# finally caught my first muskie!!!!



## willyb021 (Jun 1, 2009)

well after many failed attempts at muskie fishing i finally got one saturday at Piedmont. it isnt very big at all , but i dont care i was really excited to just finally catch one .it made my week. a few people said they think its a tiger muskie ,but they never seen one with spots before. didnt get any measurements just wanted to get it back in the water as fast as possible.


----------



## acklac7 (May 31, 2004)

Nice catch!

inb4spottedjuvienileemuskie war.


----------



## willyb021 (Jun 1, 2009)

acklac7 said:


> Nice catch!
> 
> inb4spottedjuvienileemuskie war.


well it took me a second to realize what the second part of your message said lol but when i did i looked it up, and what i got from it is that it isnt a tiger muskie its a juvenile muskie


----------



## acklac7 (May 31, 2004)

willyb021 said:


> well it took me a second to realize what the second part of your message said lol but when i did i looked it up, and what i got from it is that it isnt a tiger muskie its a juvenile muskie




this isn't the first time we've had this debate on here


----------



## Muskarp (Feb 5, 2007)

That things adorable.


----------



## tapeworm (Aug 18, 2010)

Boys, boys, boys......Must I teach you everything. That is a speckled Fresh Water Drummuskie. Lots of bones, oily and not very good to eat.


----------



## meisterdog (May 10, 2004)

went to piedmont yesterday and heading there again today. i also boated my first musky there. he/she was about 34 in and MEAN AS HELL!!!! we were trolling large plugs in 13-16 foot of water. also caught couple small crappie and a cigar saugeye. any information on piedmont would be appreciated if you like to share pm me. father in law and i have never fished it before yesterday and were really impressed with water quality and clearity. takin minnies today to see where it leads us and will probably troll some more. thanks in advance


----------



## Whaler (Nov 16, 2004)

One way the state determines if it is a Tiger is by counting the mandibular pores under the lower jaw. If there are 13 or less it's most likely a Tiger. More than that it's a True.
A lot of True Muskies have different markings and color patterns.


----------



## mastercatman (Jan 30, 2005)

Just want to say congrats on your first muskie. That is one beautiful healthy looking fish! Hopefully that will be the first of many for you!


----------



## WillyB2 (Dec 28, 2008)

Nice looking muskie willyb. I'd like to see her about 25 lbs from now. Hey, I like your handle. I'm about 25 miles south of you, near Mt. Pleasant.


----------



## meisterdog (May 10, 2004)

hit up piedmont again today and father n law boated a monster muskey while saugeye fishing with a #5 rapala in perch color. about 40 inches and estimated 25-30 lbs. took 25 plus minutes to get in boat with 12 lb line. also took a good 30 minutes to revive him before we released it to fight again. his first musky also.:B:B:B


----------



## willyb021 (Jun 1, 2009)

WillyB2 said:


> Nice looking muskie willyb. I'd like to see her about 25 lbs from now. Hey, I like your handle. I'm about 25 miles south of you, near Mt. Pleasant.
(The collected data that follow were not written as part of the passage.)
def _absorber_cross_sections(edges, temperatures, absorbers, cross_sections):
    """Bin-mean cross sections [cm2]: O3 (n_layers, n_bins), O2 (n_bins,)."""
    from .crosssections import cross_section_data

    n_bins = edges.size - 1
    out = {}
    for name in ("O3", "O2"):
        if name not in absorbers:
            out[name] = np.zeros(n_bins) if name == "O2" else np.zeros((temperatures.size, n_bins))
            continue
        data = cross_sections.get(name) if cross_sections else None
        if data is None:
            data = cross_section_data(name)
        if isinstance(data, np.ndarray):
            values = np.broadcast_to(data, (n_bins,))
            out[name] = values if name == "O2" else np.broadcast_to(values, (temperatures.size, n_bins))
        elif name == "O3":
            out[name] = data.bin_average(edges, temperatures)
        else:
            out[name] = data.bin_average(edges, float(np.mean(temperatures)))
    return out["O3"], out["O2"]


def _two_stream_layers(dtau, w0):
    """Eddington coefficients (g = 0) and layer R, T for diffuse light (Toon et al. 1989)."""
    gamma1 = (7.0 - 4.0 * w0) / 4.0
    gamma2 = -(1.0 - 4.0 * w0) / 4.0
    # lambda -> 0 for conservative scattering (w0 = 1); written with expm1 so that
    # R -> gamma1 tau / (1 + gamma1 tau), T -> 1 / (1 + gamma1 tau) in that limit
    lam = np.maximum(np.sqrt(np.maximum(gamma1 * gamma1 - gamma2 * gamma2, 0.0)), 1e-12)
    one_minus_e2 = -np.expm1(-2.0 * lam * dtau)
    denom = 2.0 * lam + (gamma1 - lam) * one_minus_e2
    refl = gamma2 * one_minus_e2 / denom
    trans = 2.0 * lam * np.exp(-lam * dtau) / denom
    return gamma1, gamma2, lam, refl, trans
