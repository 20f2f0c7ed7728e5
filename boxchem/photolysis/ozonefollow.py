"""Overhead ozone column that follows the box's own ozone (scenario switch).

With ``[photolysis] ozone_column_follows_box = true`` the box is taken to
stand for a layer of depth ``H`` (``ozone_loss_layer_depth``, default 10 km)
in which ozone changes as it does in the box.  The overhead column used for
J is then the scenario's column minus the ozone the layer has lost:

    column(t) = max(column_scenario(t) - (x0 - x(t)) [M](t) H / (1 DU), 0)      [DU]

with ``x`` the box's O3 mole fraction (``x0`` at the start), ``[M]`` the air
number density [cm-3], ``H`` in cm and 1 DU = 2.6867e16 molecule cm-2.  Mole
fractions (not number densities) are compared so that compression or
expansion of the air along a trajectory is not counted as ozone loss.  A box
that gains ozone thickens the column by the same rule.

Why 10 km: polar spring ozone loss spans roughly 12-22 km (recalled from
memory), and full loss of 2.6 ppmv at 60 hPa and 200 K (5.6e12 cm-3) over
10 km removes about 210 DU, the order of the observed springtime Antarctic
column deficit of 150-200 DU (recalled from memory).  The rule ignores that
loss is not uniform with height; it is meant for "how much does the
self-shielding feedback matter", not as a column model.

Coupling to the integrator: J depends on the box's O3 only through this
column, so it is treated as lagged: the column uses the box's O3 observed at
the start of the solver's current k(t) window (:func:`boxchem.solver.timeloop.integrate_box`
calls ``observe`` through its ``on_accept`` hook at every window edge; windows
then end on every output time and last at most ``FEEDBACK_INTERVAL_S`` = 30 min)
and the Jacobian neglects dJ/d[O3].  J(O3 -> O1D) changes by about 8-10 % per
10 DU (measured with the J table at 220 DU, 18.5 km); a box losing 3 % of its
ozone per day moves the column by about 0.25 DU per hour, so the lag changes J
by about 0.25 % per hour of lag, at most about 0.12 % here.
"""
from __future__ import annotations

import numpy as np

from ..errors import BoxchemError
from ..units import DOBSON_UNIT_CM2

__all__ = ["DEFAULT_LAYER_DEPTH_M", "box_ozone_column", "OzoneFollowingPhotolysis"]

#: default depth of the layer the box stands for [m] (see module docstring)
DEFAULT_LAYER_DEPTH_M = 10_000.0


def box_ozone_column(column_DU, o3_mole_fraction_start, o3_mole_fraction, air_density_cm3,
                     layer_depth_m):
    """Overhead ozone column [DU] after the box's ozone change, floored at 0.

    ``column_DU`` the scenario's column [DU]; mole fractions [1]; air number
    density [cm-3]; ``layer_depth_m`` [m].  Arrays broadcast.
    """
    deficit = (np.asarray(o3_mole_fraction_start, float) - np.asarray(o3_mole_fraction, float)) \
        * np.asarray(air_density_cm3, float) * (float(layer_depth_m) * 100.0) / DOBSON_UNIT_CM2
    return np.maximum(np.asarray(column_DU, float) - deficit, 0.0)


class OzoneFollowingPhotolysis:
    """Wraps a PhotolysisRates so that its ozone column follows the box's O3.

    Same call signature as :class:`boxchem.photolysis.rates.PhotolysisRates`;
    the ``ozone_column_DU`` passed in (the scenario's) is replaced by
    :func:`box_ozone_column` of the last observed O3.  ``observe(t_s, y)`` is
    the integrator's ``on_accept`` hook; the first call sets ``x0``.
    Other attributes (``source``, ``horizon_deg``, ...) pass through.
    """

    def __init__(self, photolysis, environment, o3_index: int, layer_depth_m: float = DEFAULT_LAYER_DEPTH_M):
        if not (np.isfinite(layer_depth_m) and layer_depth_m > 0):
            raise BoxchemError(f"ozone layer depth: got {layer_depth_m!r} m; expected a finite depth > 0 m")
        self.photolysis = photolysis
        self.environment = environment
        self.o3_index = int(o3_index)
        self.layer_depth_m = float(layer_depth_m)
        self.o3_mole_fraction_start = None
        self.o3_mole_fraction = None
        self._last_t = None
        self._air = None

    def __getattr__(self, name):
        if name == "photolysis":     # not yet set (e.g. while unpickling)
            raise AttributeError(name)
        return getattr(self.photolysis, name)

    def observe(self, t_s: float, y) -> None:
        """Record the box's O3 mole fraction at ``t_s`` [s] from ``y`` [cm-3]."""
        if t_s == self._last_t:
            return
        air = float(self.environment.at(float(t_s)).air_density)
        x = float(y[self.o3_index]) / air
        if self.o3_mole_fraction_start is None:
            self.o3_mole_fraction_start = x
        self.o3_mole_fraction = x
        self._air = air
        self._last_t = t_s

    def column(self, column_DU, air_density_cm3):
        """Column [DU] used now for the scenario column ``column_DU`` and air density [cm-3]."""
        if self.o3_mole_fraction is None:
            return column_DU
        return box_ozone_column(column_DU, self.o3_mole_fraction_start, self.o3_mole_fraction,
                                air_density_cm3, self.layer_depth_m)

    def __call__(self, sza_deg, ozone_column_DU=300.0, temperature_K=220.0, distance_factor=1.0):
        """J [s-1] as PhotolysisRates, at the followed ozone column."""
        if self.o3_mole_fraction is not None:
            ozone_column_DU = self.column(ozone_column_DU, self._air)
            if np.ndim(ozone_column_DU) == 0:
                ozone_column_DU = float(ozone_column_DU)
        return self.photolysis(sza_deg, ozone_column_DU, temperature_K, distance_factor)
thanks so would I ! my girlfriend lives in dillonvale right down the road from ya


----------



## willyb021 (Jun 1, 2009)

meisterdog said:


> hit up piedmont again today and father n law boated a monster muskey while saugeye fishing with a #5 rapala in perch color. about 40 inches and estimated 25-30 lbs. took 25 plus minutes to get in boat with 12 lb line. also took a good 30 minutes to revive him before we released it to fight again. his first musky also.:B:B:B


nice! im hoping to get one a little bigger this weekend!


----------



## turkeyt (Apr 13, 2006)

Here is a page that shows difference


----------



## willyb021 (Jun 1, 2009)

hmmm. now about the spotted and barred, are those its phases in its life where it has spots then grows into bars then as an adult loses the markings? or can an adult have spots & or bars?


----------



## mullskinner (Aug 20, 2007)

looks like you were fishing Essex bay


----------



## willyb021 (Jun 1, 2009)

mullskinner said:


> looks like you were fishing Essex bay


shhhhhh! lol


----------



## crackedup (Apr 14, 2011)

nice catch. congrats!


----------